In February, the state Department of Corrections – for the Muskegon Correctional Facility first time – will begin shipping inmates to other states to ease record overcrowding in the 27-prison system, Susan McNaughton, a spokeswoman for the department, said yesterday.

The Muskegon (Mich.) Correctional Facility will get 1,000 inmates; another 1,000 will be sent to the Green Rock Correctional Center, in Chatham, Va., she said.

The transfers – a plan decried by inmate advocates in October, when the Daily News reported that prison officials were contemplating the moves – come as the state’s inmate population shows no sign of stabilizing or shrinking.

The system is designed to house about 44,000 inmates but now has more than 51,400, McNaughton said.

“This is a program to reduce the inmate population to a manageable number,” she said. “This is not about saving money.”

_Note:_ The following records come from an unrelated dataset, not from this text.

// Checks of the truncated Fock-basis matrix of D(beta) (lib/fock/displacement_matrix.hpp).
#include <complex>
#include <fstream>

#include <catch2/catch.hpp>
#include <nlohmann/json.hpp>

#include "core/error.hpp"
#include "fock/displacement_matrix.hpp"
#include "phase_space/state.hpp"
#include "support/compare.hpp"

using namespace macroreal;

namespace {

nlohmann::json load_reference(const std::string& name) {
  std::ifstream in(std::string(MACROREAL_SOURCE_DIR) + "/tests/reference/" + name);
  REQUIRE(in.good());
  return nlohmann::json::parse(in);
}

}  // namespace

TEST_CASE("displacement_matrix: elements match 60-digit mpmath closed form", "[fock]") {
  // Source: tests/reference/mpmath_displacement_reference.py (mpmath at 60 digits, closed
  // form of Cahill & Glauber, Phys. Rev. 177, 1857 (1969)); n up to 399, |beta| up to 20.
  const auto ref = load_reference("mpmath_displacement_reference.json");
  int checked = 0;
  for (const auto& c : ref["cases"]) {
    const int m = c["m"], n = c["n"];
    const cplx beta(c["beta"][0].get<double>(), c["beta"][1].get<double>());
    const cplx want(c["value"][0].get<double>(), c["value"][1].get<double>());
    const auto d = displacement_matrix(400, beta);
    INFO("m = " << m << ", n = " << n << ", beta = " << beta);
    CHECK_CLOSE(d(m, n).real(), want.real(), 1e-12, 1e-10);
    CHECK_CLOSE(d(m, n).imag(), want.imag(), 1e-12, 1e-10);
    ++checked;
  }
  CHECK(checked >= 100);
}

TEST_CASE("displacement_matrix: small indices match QuTiP displace on a large cutoff", "[fock]") {
  // Source: tests/reference/qutip_displace_reference.py (QuTiP 4.7 displace(400, beta),
  // indices < 30, where the truncated exponential has converged).
  const auto ref = load_reference("qutip_displace_reference.json");
  for (const auto& c : ref["cases"]) {
    const int m = c["m"], n = c["n"];
    const cplx beta(c["beta"][0].get<double>(), c["beta"][1].get<double>());
    const cplx want(c["value"][0].get<double>(), c["value"][1].get<double>());
    const auto d = displacement_matrix(40, beta);
    INFO("m = " << m << ", n = " << n << ", beta = " << beta);
    CHECK_CLOSE(d(m, n).real(), want.real(), 1e-12, 0.0);
    CHECK_CLOSE(d(m, n).imag(), want.imag(), 1e-12, 0.0);
  }
}

TEST_CASE("displacement_matrix: unitary on the block well inside the cutoff", "[fock]") {
  // D D^dag = 1 for the infinite operator (common practice, no source); rows m < inner
  // of the truncated matrix carry all their weight below the cutoff when
  // (sqrt(inner) + |beta| + 8)^2 < dim.
  struct Case { int dim; int inner; cplx beta; };
  for (const Case c : {Case{120, 40, {1.0, -0.5}}, Case{400, 100, {6.0, 3.0}},
                       Case{400, 30, {0.0, -10.0}}}) {
    const auto d = displacement_matrix(c.dim, c.beta);
    const Eigen::MatrixXcd u = d.topRows(c.inner) * d.topRows(c.inner).adjoint();
    const double err = (u - Eigen::MatrixXcd::Identity(c.inner, c.inner)).cwiseAbs().maxCoeff();
    INFO("dim = " << c.dim << ", beta = " << c.beta);
    CHECK(err < 1e-12);
  }
}

TEST_CASE("displacement_matrix: composition law D(a)D(b) = exp(i Im(a b*)) D(a+b)", "[fock]") {
  // DESIGN.md section 2 convention; Cahill & Glauber (1969) eq. (2.11).
  const cplx a(0.7, -1.1), b(-0.4, 0.9);
  const int dim = 160, inner = 30;
  const Eigen::MatrixXcd lhs = displacement_matrix(dim, a) * displacement_matrix(dim, b);
  const Eigen::MatrixXcd rhs = std::exp(cplx(0.0, std::imag(a * std::conj(b)))) *
                               displacement_matrix(dim, a + b);
  const double err = (lhs - rhs).topLeftCorner(inner, inner).cwiseAbs().maxCoeff();
  CHECK(err < 1e-13);
}

TEST_CASE("displacement_diagonal: agrees with the full matrix", "[fock]") {
  const cplx beta(2.5, -1.0);
  const auto d = displacement_matrix(50, beta);
  for (int k : {-7, -1, 0, 3, 49}) {
    const auto v = displacement_diagonal(50, k, beta);
    REQUIRE(v.size() == 50 - std::abs(k));
    for (int j = 0; j < v.size(); ++j) {
      const cplx want = k >= 0 ? d(j + k, j) : d(j, j - k);
      CHECK(std::abs(v[j] - want) == 0.0);
    }
  }
}

TEST_CASE("displacement_matrix: rejects a bad dimension", "[fock]") {
  CHECK_THROWS_AS(displacement_matrix(0, 1.0), DomainError);
}
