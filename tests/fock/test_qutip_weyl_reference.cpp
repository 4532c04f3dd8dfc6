// The Fock engine against the QuTiP reference set of the Weyl engine
// (tests/reference/qutip_weyl_reference.py: truncated Fock space, Kraus operators from
// qutip.displace, exact Lindblad propagation, cutoff convergence < 1e-11 per case): every
// probability, correlator, last average, K_3 and NSIT difference of every case.
#include <filesystem>
#include <functional>
#include <fstream>
#include <string>
#include <vector>

#include <catch2/catch.hpp>
#include <nlohmann/json.hpp>

#include "fock/fock_engine.hpp"
#include "phase_space/temporal_tests.hpp"
#include "support/compare.hpp"
#include "support/qutip_weyl_reference.hpp"

namespace {

using namespace macroreal;
using nlohmann::json;

using testing::sequence_of;
using testing::state_of;
using testing::steps_of_key;

bool has_frequency_noise(const json& c) {
  return c.at("noise").at("frequency_noise_sd_rad_per_s").get<double>() > 0.0;
}

// Compares every value of the cases selected by `take`; at least `min_cases` of them.
void check_reference_set(const std::function<bool(const json&)>& take, int min_cases) {
  const std::filesystem::path path = testing::qutip_weyl_reference_file().path;
  INFO("reference values: " << path.string());
  std::ifstream in(path);
  REQUIRE(in.good());
  const json doc = json::parse(in);
  REQUIRE(doc.at("format") == "macroreal-reference/1");
  const json& cases = doc.at("cases");
  REQUIRE(cases.size() >= 20);
  // QuTiP's values carry truncation changes < 1e-11; the Fock engine's own errors are ~1e-12.
  const double tol = 1e-9;
  double max_diff = 0.0;
  int compared = 0, taken = 0;
  for (const json& c : cases) {
    if (!take(c)) continue;
    ++taken;
    INFO("case " << c.at("name").get<std::string>());
    FockEngineOptions opt;
    opt.check_truncation = false;  // the automatic cutoff; the truncation check is tested elsewhere
    const FockEngine engine(state_of(c.at("state")), opt);
    auto compare = [&](double ours, double ref) {
      CHECK_CLOSE(ours, ref, tol, 0.0);
      max_diff = std::max(max_diff, std::abs(ours - ref));
      ++compared;
    };
    macroreal::testing::compare_reference_case(engine, c, compare);
  }
  WARN("max |Fock engine - QuTiP| = " << max_diff << " over " << compared << " values");
  CHECK(max_diff <= tol);
  CHECK(compared > 0);
  CHECK(taken >= min_cases);
}

}  // namespace

TEST_CASE("Fock engine: agrees with the QuTiP reference set (no frequency noise)", "[fock]") {
  check_reference_set([](const json& c) { return !has_frequency_noise(c); }, 15);
}

// The frequency-noise cases (quasi-static offset, 1500-4000 rad/s over up to 250 us): the
// offset is averaged by the Fock engine's nested trapezoidal rule to 1e-11 (fock_engine.hpp),
// 65-129 nodes per value. The two cases on the smallest cutoffs run by default; all of them,
// including the squeezed and thermal cases on 100-130 levels (minutes), in the long run.
TEST_CASE("Fock engine: agrees with the QuTiP reference set (frequency noise, small cutoffs)",
          "[fock]") {
  check_reference_set(
      [](const json& c) {
        const std::string name = c.at("name");
        return has_frequency_noise(c) &&
               (name == "fock1-frequency-noise" || name == "cat-phase-frequency-noise");
      },
      2);
}

TEST_CASE("Fock engine: agrees with the QuTiP reference set (every frequency-noise case)",
          "[fock][long]") {
  check_reference_set(has_frequency_noise, 5);
}
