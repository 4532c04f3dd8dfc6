// The Fock engine against the Weyl engine on randomised protocols (DESIGN.md section 2: the two
// engines compute the same probabilities). The Weyl engine is exact (closed-form chi and the
// exact Gaussian-channel action), so agreement checks the Fock engine's Kraus matrices,
// Lindblad propagation, rotations and quadrature; and the Weyl engine's effect-operator
// algebra in turn.
#include <catch2/catch.hpp>

#include "core/error.hpp"
#include "fock/fock_engine.hpp"
#include "phase_space/weyl_engine.hpp"
#include "support/compare.hpp"
#include "sweep_support.hpp"

using namespace macroreal;

namespace {

void sweep(int count, std::uint64_t seed, const testing::SweepLimits& lim, double tol) {
  testing::Draw d(seed);
  double worst = 0.0;
  int refused = 0, refused_fock = 0;
  for (int i = 0; i < count; ++i) {
    const auto p = testing::random_protocol(d, i, lim);
    FockEngineOptions fo;
    fo.check_truncation = false;  // tested on its own in test_fock_engine.cpp
    const FockEngine fock(p.state, fo);
    const WeylEngine weyl(p.state);
    INFO("protocol " << i << ": " << p.state_text << ", " << p.seq.steps.size()
                     << " steps, damping " << p.seq.noise.damping_rate_per_s << ", heating "
                     << p.seq.noise.heating_quanta_per_s << ", sigma "
                     << p.seq.noise.frequency_noise_sd_rad_per_s << ", dephasing "
                     << p.seq.noise.dephasing_rate_per_s);
    double pw = 0.0;
    try {
      pw = weyl.probability(p.seq, p.outcomes).value;
    } catch (const UnsupportedError&) {
      // The Weyl engine's frequency-noise quadrature (Gauss-Hermite in delta) needs more
      // nodes than allowed: no reference value for this protocol.
      ++refused;
      continue;
    }
    double pf = 0.0;
    try {
      pf = fock.probability(p.seq, p.outcomes).value;
    } catch (const UnsupportedError&) {
      // The Fock engine's frequency-noise quadrature (nested trapezoidal rule) did not
      // confirm its tolerance within max_quadrature_nodes: it refuses rather than return an
      // unconverged value.
      ++refused_fock;
      continue;
    }
    CHECK_CLOSE(pf, pw, tol, 0.0);
    const double cf = fock.correlator(p.seq).value, cw = weyl.correlator(p.seq).value;
    CHECK_CLOSE(cf, cw, tol, 0.0);
    worst = std::max({worst, std::abs(pf - pw), std::abs(cf - cw)});
    if (i % 4 == 0) {  // the unselective maps, on a quarter of the protocols (time)
      const double lf = fock.last_average(p.seq).value, lw = weyl.last_average(p.seq).value;
      CHECK_CLOSE(lf, lw, tol, 0.0);
      worst = std::max(worst, std::abs(lf - lw));
    }
  }
  WARN("largest |Fock - Weyl| over " << count - refused - refused_fock << " protocols: " << worst
       << " (" << refused << " refused by the Weyl engine's quadrature limit, " << refused_fock
       << " by the Fock engine's)");
  CHECK(refused + refused_fock <= count / 20);
}

}  // namespace

TEST_CASE("engine agreement: Fock and Weyl engines on 200 random protocols", "[fock]") {
  // States thermal/coherent/squeezed/Fock/cat, both splits, random phases and contrasts,
  // damping with bath, heating, quasi-static frequency noise, Markovian dephasing (two-step
  // sequences, where the Weyl engine's per-interval angle quadrature stays small).
  sweep(200, 20261202, {}, 1e-9);
}

TEST_CASE("engine agreement: larger displacements and occupations", "[fock][long]") {
  testing::SweepLimits lim;
  lim.beta_max = 3.0;
  lim.nbar_max = 1.5;
  sweep(300, 7, lim, 1e-9);
}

Still, the transfers will make a $5.1 million difference. The corrections department will pay Michigan and Virginia $62 per inmate, per day, for an annual cost of $45.2 million, she said. It costs about $69 per inmate, per day to house them in Pennsylvania medium-security prisons.

Corrections Secretary Jeffrey A. Beard made the decision in consultation with Gov. Rendell after Beard and his staff studied proposals from six states and visited several prisons.

Betty Jean Thompson, president of the state chapter of Citizens United to Rehabilitate Errants (CURE), called the decision “cruel and unusual” treatment of inmates and their families.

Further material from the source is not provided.